The bad news is that Lubbock is situated well within the geographic range in which brown recluse spiders reside. It would be impossible to completely brown recluse- proof your house. These spiders love dark, secluded places like, "the back of cabinets, storage closets, crevices, and basements." However, you can limit the appeal of your house by eliminating excess cardboard, which reminds them of their favorite outdoor habitat, rotting wood. Moving stored items from cardboard boxes to plastic tubs may be a good idea. Sealing cracks can also help, in addition to removing nearby outdoor wellsprings for spiders like piles of wood. Vacuuming and dusting regularly is also recommended.
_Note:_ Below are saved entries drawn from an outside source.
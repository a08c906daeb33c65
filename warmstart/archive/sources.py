"""Past studies as prior sources: read from the archive, aligned onto a new
space, weighted by profile similarity, and turned into a :class:`Prior`."""

from __future__ import annotations

from typing import Iterable, Mapping

import numpy as np
import pandas as pd

from warmstart.prior import Prior, PriorError, Source, prior_from_sources, within_study_quantiles
from warmstart.similarity import ProfileIndex
from warmstart.space import Space

__all__ = ["load_sources", "weight_sources", "build_prior", "comparable_profiles", "BANDWIDTH_SCALE"]

#: Similarity kernel bandwidth as a share of the median profile distance
#: (our choice: at the median distance a task keeps e^-2 ~ 14 % of the weight
#: of an identical task, so a few clearly closer tasks dominate, while with no
#: clearly closer task the weights stay flat and the prior tends to what is
#: good across all tasks).
BANDWIDTH_SCALE = 0.5


#: Fewest successful trials a past study needs to be a source.
MIN_SOURCE_TRIALS = 3


def load_sources(archive, learner: str, space: Space, min_trials: int = MIN_SOURCE_TRIALS) -> list[Source]:
    """Every study of ``learner`` with at least ``min_trials`` successful trials,
    aligned onto ``space`` (one :class:`Source` each, similarity 1)."""
    studies = archive.studies()
    studies = studies[studies["learner"] == learner]
    if studies.empty:
        known = sorted(archive.studies()["learner"].unique().tolist())
        raise PriorError(f"the archive has no studies of learner {learner!r}; learners with studies: {known}")
    out: list[Source] = []
    for row in studies.itertuples(index=False):
        trials = archive.trials(int(row.study_id))
        trials = trials[trials["status"] == "ok"]
        if len(trials) < min_trials:
            continue
        from_space = archive.space(int(row.space_id))
        same = from_space == space
        aligned, clipped, notes = [], [], {"dropped": set(), "clipped": set(), "missing": set()}
        for cfg in trials["config"]:
            if same:
                aligned.append(cfg)
                clipped.append(False)
                continue
            a = space.align(cfg, from_space)
            aligned.append(a.config)
            clipped.append(bool(a.clipped))
            notes["dropped"].update(a.dropped)
            notes["clipped"].update(a.clipped)
            notes["missing"].update(a.missing)
        X = space.encode(aligned)
        out.append(Source(
            study_id=int(row.study_id), task_id=int(row.task_id), task=str(row.task), X=X,
            quantile=within_study_quantiles(trials["score"].to_numpy(), maximize=row.direction == "maximize"),
            numbers=trials["number"].to_numpy(), clipped=np.array(clipped, dtype=bool),
            notes={k: sorted(v) for k, v in notes.items() if v},
        ))
    return out


def weight_sources(
    sources: list[Source],
    profiles: pd.DataFrame,
    prof: Mapping[str, float],
    exclude_tasks: Iterable[int] = (),
    bandwidth_scale: float = BANDWIDTH_SCALE,
) -> list[Source]:
    """Set each source's similarity from the profile distance of its task to
    ``prof``; sources of excluded tasks (or tasks without a profile) are left out."""
    exclude = set(int(t) for t in exclude_tasks)
    keep = [s for s in sources if s.task_id not in exclude and s.task_id in profiles.index]
    if not keep:
        return []
    task_ids = sorted({s.task_id for s in keep})
    index = ProfileIndex(profiles.loc[task_ids].dropna(axis=1, how="all"))
    d = index.distances(prof)
    finite = d[np.isfinite(d) & (d > 0)]
    h = bandwidth_scale * (float(np.median(finite)) if finite.size else 1.0)
    sim = np.exp(-0.5 * (d / h) ** 2)
    by_task = {int(t): (float(dd), float(ss)) for t, dd, ss in zip(index.task_ids, d, sim)}
    out = []
    for s in keep:
        dist, similarity = by_task[s.task_id]
        out.append(Source(**{**s.__dict__, "distance": dist, "similarity": max(similarity, 1e-12)}))
    return out


def comparable_profiles(archive, prof: Mapping[str, float]) -> pd.DataFrame:
    """The archive's profiles that can be compared with ``prof``: same profile
    version, same kind of task (classification or regression)."""
    from warmstart.profile import PROFILE_VERSION, profile_kind

    profiles = archive.profiles()
    if profiles.empty:
        return profiles
    tasks = archive.tasks()
    same_kind = tasks.loc[tasks["kind"] == profile_kind(dict(prof)), "task_id"]
    keep = profiles.index.isin(same_kind)
    if "profile_version" in profiles.columns:
        keep &= (profiles["profile_version"] == PROFILE_VERSION).to_numpy()
    return profiles[keep]


def build_prior(
    archive,
    prof: Mapping[str, float],
    learner: str,
    space: Space,
    exclude_tasks: Iterable[int] = (),
    top_fraction: float = 0.2,
    bandwidth_scale: float = BANDWIDTH_SCALE,
    n_seeds: int = 10,
    sources: list[Source] | None = None,
) -> Prior:
    """Build a prior for ``learner`` over ``space`` from the archive's studies.

    Parameters
    ----------
    archive : Archive
    prof : mapping
        Profile of the new task (:func:`warmstart.profile`).
    learner : str
        Only studies of this learner are used.
    space : Space
        The new study's space; past configs are aligned onto it.
    exclude_tasks : iterable of int
        Task ids to leave out (e.g. the new task itself, or a held-out task).
    top_fraction : float, default 0.2
        Share of each study's best configs used as kernel centres.
    bandwidth_scale : float, default 0.5
        Similarity kernel bandwidth as a share of the median profile distance.
    n_seeds : int, default 10
        How many configs :attr:`Prior.seeds` lists.
    sources : list of Source, optional
        Pre-loaded sources (from :func:`load_sources`), to build many priors fast.

    Raises
    ------
    PriorError
        When no study of the learner can be used.
    """
    from warmstart.profile import PROFILE_VERSION

    if sources is None:
        sources = load_sources(archive, learner, space)
    profiles = comparable_profiles(archive, prof)
    weighted = weight_sources(sources, profiles, prof, exclude_tasks, bandwidth_scale)
    if not weighted:
        min_trials = MIN_SOURCE_TRIALS  # what load_sources used above
        of_learner = archive.studies()
        of_learner = of_learner[of_learner["learner"] == learner]
        loaded = {s.study_id for s in sources}
        excluded = set(int(t) for t in exclude_tasks)
        reasons = {
            f"have fewer than {min_trials} successful trials (a study needs at least {min_trials})":
                int((~of_learner["study_id"].isin(loaded)).sum()),
            "are of an excluded task": sum(s.task_id in excluded for s in sources),
            f"are of another kind of task or lack a version-{PROFILE_VERSION} profile":
                sum(s.task_id not in excluded and s.task_id not in profiles.index for s in sources),
        }
        why = "; ".join(f"{n} {reason}" for reason, n in reasons.items() if n)
        raise PriorError(
            f"no usable past study of learner {learner!r}: of its {len(of_learner)} study(ies), {why}"
        )
    info = {"learner": learner, "profile_version": PROFILE_VERSION, "bandwidth_scale": bandwidth_scale}
    return prior_from_sources(space, weighted, top_fraction=top_fraction, provenance=info, n_seeds=n_seeds)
Of course, you can do all that and still end up with a brown recluse. Remember, brown recluse spiders are often misidentified, so don't panic. If its just one, I'd squish it (engage at your own risk) or if I was feeling really brave I'd relocate it (again, at your own risk/peril). If you think that your house is infested with multiple brown recluse spiders, you can use sticky spider traps and/or diatomaceous earth for a non-toxic response. Commercial spider killers are available, but honestly at that point I personally would call in a professional. I'd rather an expert handle toxic chemicals on my behalf.

Spiders are shy, solidary critters whose benefits almost always outweigh their harm, but I'm certainly not asking you to co-exist with a venomous one in your home.